Und in noch einem Bereich heben sich deutsche Mittelständler von ihren europäischen Nachbarn ab:  4,0 Prozent der deutschen KMU im Verarbeitenden Gewerbe sind dem Hochtechnologiebereich zuzuordnen, im EU-Durchschnitt sind es gerade mal 1,9 Prozent. Und nicht zuletzt glänzt Deutschland mit zahlreichen heimlichen Weltmarktführern. Weltweit soll es im Mittelstand- und KMU-Bereich 3.400 Unternehmen geben, die in ihrem Markt eine Spitzenstellung einnehmen und weltweit führend sind. Von diesen Hidden Champions sollen allein 1.600 aus Deutschland stammen. Deutsche KMU gelten somit weltweit als besonders innovativ und qualitätsbewusst. Sie sind es letzten Endes, die den kleinen und mittelständischen Unternehmen aus Deutschland in der ganzen Welt einen herausragenden Ruf bescheren.
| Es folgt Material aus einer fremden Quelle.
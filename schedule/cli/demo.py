"""``schedule demo [--out DIR]``: the whole job on the bundled crane envelope."""

from __future__ import annotations

import json

import click


@click.command("demo")
@click.option("--out", "-o", default="schedule-demo", show_default=True,
              type=click.Path(file_okay=False),
              help="Folder for the family file, report, tables and simulation.")
@click.option("--jobs", type=click.IntRange(min=1), default=2, show_default=True,
              help="Worker processes for synthesis and checks.")
@click.option("--quiet", "-q", is_flag=True, help="No progress bars.")
@click.option("--json", "as_json", is_flag=True, help="Print the summary as JSON.")
def demo_command(out, jobs, quiet, as_json):
    """Design, check, export and simulate the bundled crane envelope in one go.

    The crane is an invented example. Results are design aids: validate in
    simulation and hardware tests and follow the applicable codes and licensed
    practice.
    """
    from ..demo import run_demo
    from ..progress import ProgressBar

    bar = ProgressBar(enabled=False if quiet else None)

    def stage(name: str) -> None:
        if bar.enabled:
            bar.close()
            click.echo(f"== {name}", err=True)

    try:
        outcome = run_demo(out, jobs=jobs, progress=bar, stage=stage)
    finally:
        bar.close()
    if as_json:
        click.echo(json.dumps(outcome.summary, indent=1, default=str))
    else:
        for line in outcome.lines:
            click.echo(line)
Spezielle Herausforderungen für KMU

Doch warum sind KMU immer besonders stark von wirtschaftlichen Herausforderungen betroffen? Zu den vorrangigsten aktuellen Themen für KMU zählen die Digitalisierung, die Energiewende, die hohen Zinsen und Kredithürden der Banken, die überbordende Bürokratie sowie der zunehmende Fachkräftemangel. Die digitale Transformation sowie die Nutzung künstlicher Intelligenz etwa fordert die KMU besonders, da vielfach Versäumnisse der vergangenen Jahre aufgeholt werden müssen, will man von weiter fortgeschrittenen Wettbewerbern nicht abgehängt werden. Dafür aber haben die KMU häufig zu geringe personelle Ressourcen, es fehlen die nötigen Fachkräfte oder schlicht das Geld für derart komplexe und aufwändige Projekte.
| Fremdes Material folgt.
"""``schedule check FAMILY``: frozen-point checks of the scheduled controller between grid points.

Exit code 0 when every check passes, 1 when some check fails, 2 for bad input.
"""

from __future__ import annotations

import json
import sys

import click

from ..errors import InputError


def _fmt(x, spec=".4g") -> str:
    x = float(x)
    if x != x:
        return "-"
    if x in (float("inf"), float("-inf")):
        return "inf" if x > 0 else "-inf"
    return format(x, spec)


def print_result(result, quiet: bool = False) -> None:
    """Human-readable summary (a few lines; the worst points unless quiet)."""
    s = result.summary()
    st = result.settings
    click.echo(f"{'PASS' if result.all_passed else 'FAIL'}: {s['failed']} of {s['points']} "
               f"points fail (gamma {result.gamma:.5g}, pass at norm <= "
               f"{result.gamma * (1 + st.gamma_tolerance):.5g}; input disk margins >= "
               f"{st.gain_margin_db:g} dB / {st.phase_margin_deg:g} deg, common practice)")
    for k, d in s["by_kind"].items():
        click.echo(f"  {k:<16} {d['points']:>6} points  {d['failed']:>5} failed  "
                   f"max norm/gamma {_fmt(float(d['max_ratio']))}"
                   + ("" if d["gates_verdict"] else "  (evidence only)"))
    if result.weaker:
        click.echo("  WEAKER CHECK: some points use the family's interpolated plant, not the "
                   "true plant")
    if quiet:
        return
    if result.rate is not None:
        units = dict(zip(result.variable_names, result.units, strict=True))
        for n, a, b in zip(result.rate.names, result.rate.single, result.rate.joint,
                           strict=True):
            u = f" {units[n]}/s" if units.get(n) else ""
            click.echo(f"  rate bound: |d {n}/dt| < {_fmt(a)}{u} alone, {_fmt(b)}{u} with all "
                       "variables moving (sufficient, conservative)")
    if result.rate_certificate is not None:
        for line in result.rate_certificate.text_lines():
            click.echo(f"  {line}")
    gates = result.gates
    order = result.worst(len(result.passed))
    failing = [i for i in order if gates[i] and not result.passed[i]][:10]
    evidence = [i for i in order if not gates[i] and not result.passed[i]][:3]
    shown = failing or [i for i in order if gates[i]][:1]
    if shown:
        click.echo("  worst points:" if failing else "  worst point (passes):")
    for i in shown + evidence:
        pt = ", ".join(f"{n}={x:.4g}" for n, x in zip(result.variable_names, result.points[i],
                                                       strict=True))
        what = result.reasons[i] or f"norm / gamma {result.values['ratio'][i]:.4g}"
        tag = "" if gates[i] else ", evidence only"
        click.echo(f"    ({pt}) [{result.kind[i]}, {result.plant_source[i]} plant{tag}] "
                   f"{what}")
    if result.proposals is not None and len(result.proposals):
        click.echo(f"  {len(result.proposals)} new design point(s) proposed; "
                   "`schedule refine` adds them")
    for n in result.notes:
        click.echo(f"  note: {n}")


@click.command("check")
@click.argument("family_file", type=click.Path(dir_okay=False))
@click.option("--samples", type=click.IntRange(min=0), default=None,
              help="Random in-between samples. Default: design [check] samples (64).")
@click.option("--sampler", type=click.Choice(["sobol", "latin_hypercube"]), default=None,
              help="Space-filling sampler. Default: design [check] sampler (sobol).")
@click.option("--seed", type=int, default=None, help="Sampler seed. Default: design [check].")
@click.option("--points", "points_file", type=click.Path(dir_okay=False), default=None,
              help="CSV of extra check points; the header names the scheduling variables.")
@click.option("--model", default=None,
              help="module:function giving the true plant at a point (overrides the "
                   "design's source for the checks).")
@click.option("--json", "as_json", is_flag=True, help="Print the full result as JSON.")
@click.option("--report", "report_dir", type=click.Path(file_okay=False), default=None,
              help="Write plots and a summary page (Markdown and HTML) into this folder.")
@click.option("--jobs", type=click.IntRange(min=1), default=1, show_default=True,
              help="Worker processes for the batched checks and gamma_opt.")
@click.option("--cluster", default=None, help="dask scheduler address (overrides --jobs).")
@click.option("--no-gamma-opt", is_flag=True,
              help="Skip the optimal gamma at each check point (faster).")
@click.option("--strict-leave-one-out", "strict_loo", is_flag=True,
              help="Let failing leave-one-out predictions fail the check even when the "
                   "in-between points use the true plant (by default they are evidence only).")
@click.option("--rate-certificate", "rate_certificate", is_flag=True,
              help="Also certify scheduling rates and gain bounds with a parameter-dependent "
                   "Lyapunov function (LMIs; configured by the design's [rate_certificate] "
                   "table; takes minutes on a big family).")
@click.option("--quiet", "-q", is_flag=True, help="Print only the verdict lines.")
def check_command(family_file, samples, sampler, seed, points_file, model, as_json, report_dir,
                  jobs, cluster, no_gamma_opt, strict_loo, rate_certificate, quiet):
    """Check the scheduled controller of FAMILY_FILE at frozen in-between points.

    Stability, closed-loop norm against gamma, disk and classical margins, the
    price of interpolation (gamma_opt) and a scheduling-rate bound; with
    --rate-certificate also certified rates and gain bounds. Exit code 0 when
    all checks pass (and the design's target rates are certified), 1 when some
    fail, 2 for bad input.
    """
    from ..check import CheckSettings, check_family, spec_for_family
    from ..progress import ProgressBar
    from ..store import read_family

    family = read_family(family_file)
    spec = None
    if model is not None:
        spec = spec_for_family(family, model=model)
    elif family.design_text:
        try:
            spec = spec_for_family(family)
        except InputError:
            spec = None  # check_family notes it and uses the interpolated plant
    settings = CheckSettings.from_spec(spec, samples=samples, sampler=sampler, seed=seed,
                                       points_file=points_file,
                                       gamma_opt=False if no_gamma_opt else None,
                                       loo_gates=True if strict_loo else None,
                                       rate_certificate=True if rate_certificate else None)
    bar = ProgressBar(enabled=False if (quiet or as_json) else None)
    try:
        result = check_family(family, settings, spec=spec, jobs=jobs, cluster=cluster,
                              progress=bar)
    finally:
        bar.close()
    if report_dir is not None:
        from ..interpolate import ScheduledController
        from ..report import write_report

        write_report(result, family, report_dir, ScheduledController.from_family(family))
    if as_json:
        click.echo(json.dumps(result.to_dict(), indent=1))
    else:
        print_result(result, quiet)
        if report_dir is not None and not quiet:
            click.echo(f"  report: {report_dir}/summary.md")
    rc = result.rate_certificate
    if not result.all_passed or (rc is not None and not rc.meets_targets):
        sys.exit(1)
Auch mit der Abkehr von fossilen Energieträgern tun sich KMU oft schwerer, weil dann hohe Anfangsinvestitionen nötig sind. Zudem setzt der Fachkräftemangel den kleinen und mittelständischen Unternehmen mehr zu als Konzernen, die bundesweit bekannt und internationaler aufgestellt sind. Größere Unternehmen haben es daher leichter, gute Fachkräfte zu rekrutieren, auch weil sie über größere finanzielle Möglichkeiten und mehr Personalressourcen verfügen. 

Finanzierung von KMU wird immer schwieriger

Durch den hohen Transformationsbedarf ist die Mittelstandsfinanzierung zu einer besonderen Herausforderung geworden. Gerade bei kleineren und jungen Betrieben sind die Geldinstitute im Zuge der Basel-III-Richtlinien bei der Kreditvergabe restriktiver geworden und verlangen von den Unternehmen Sicherheiten, die diese nicht in jedem Fall leisten können. Die Kredithürde der Banken ist vor allem im Mittelstand deutlich gestiegen. Grundsätzlich gibt es jedoch eine Reihe von Alternativen zum Bankkredit für die Mittelstandsfinanzierung, die von Mezzanine-Kapital über die Platzierung einer Anleihe bis zu einem Börsengang zur Ausgabe neuer Aktien reichen können.

Fazit

Die KMU in Deutschland sind zwar das Fundament der deutschen Wirtschaft, weisen einen weltweit einmalig hohen Anteil an Weltmarktführern („Hidden Champions“) auf und haben im europäischen Vergleich überdurchschnittlich viele Mitarbeiterinnen und Mitarbeiter. Allerdings stehen die KMU auch vor großen Aufgaben bei Digitalisierung, Energiewende, der Gewinnung von Fachkräften und der Finanzierung all dieser Transformationsprozesse. Deshalb haben EU und Bundesregierung Programme und Maßnahmen aufgelegt, um die Finanzierung von Mittelstand, KMU und Start-up-Szene zu fördern. Beispielweise über das Zukunftsfinanzierungsgesetz, das EU-Vorgaben umsetzt, sowie über das Entlastungspaket der Bundesregierung.

Die Maßnahmen sollen unter anderem dem Mittelstand den Zugang zum Kapitalmarkt erleichtern, Berichtspflichten vereinfachen und die Kosten für eine Börsennotierung reduzieren. Die regulatorische Erleichterung beispielsweise bei Mitarbeiterbeteiligungen soll es vor allem jungen Unternehmen ermöglichen, verdienten Mitarbeitern Aktien rabattiert als Gehaltskomponente zu übertragen, was derzeit oftmals an bürokratischen Hürden scheitert. Der Politik ist die große Bedeutung der KMU in Deutschland also durchaus bewusst.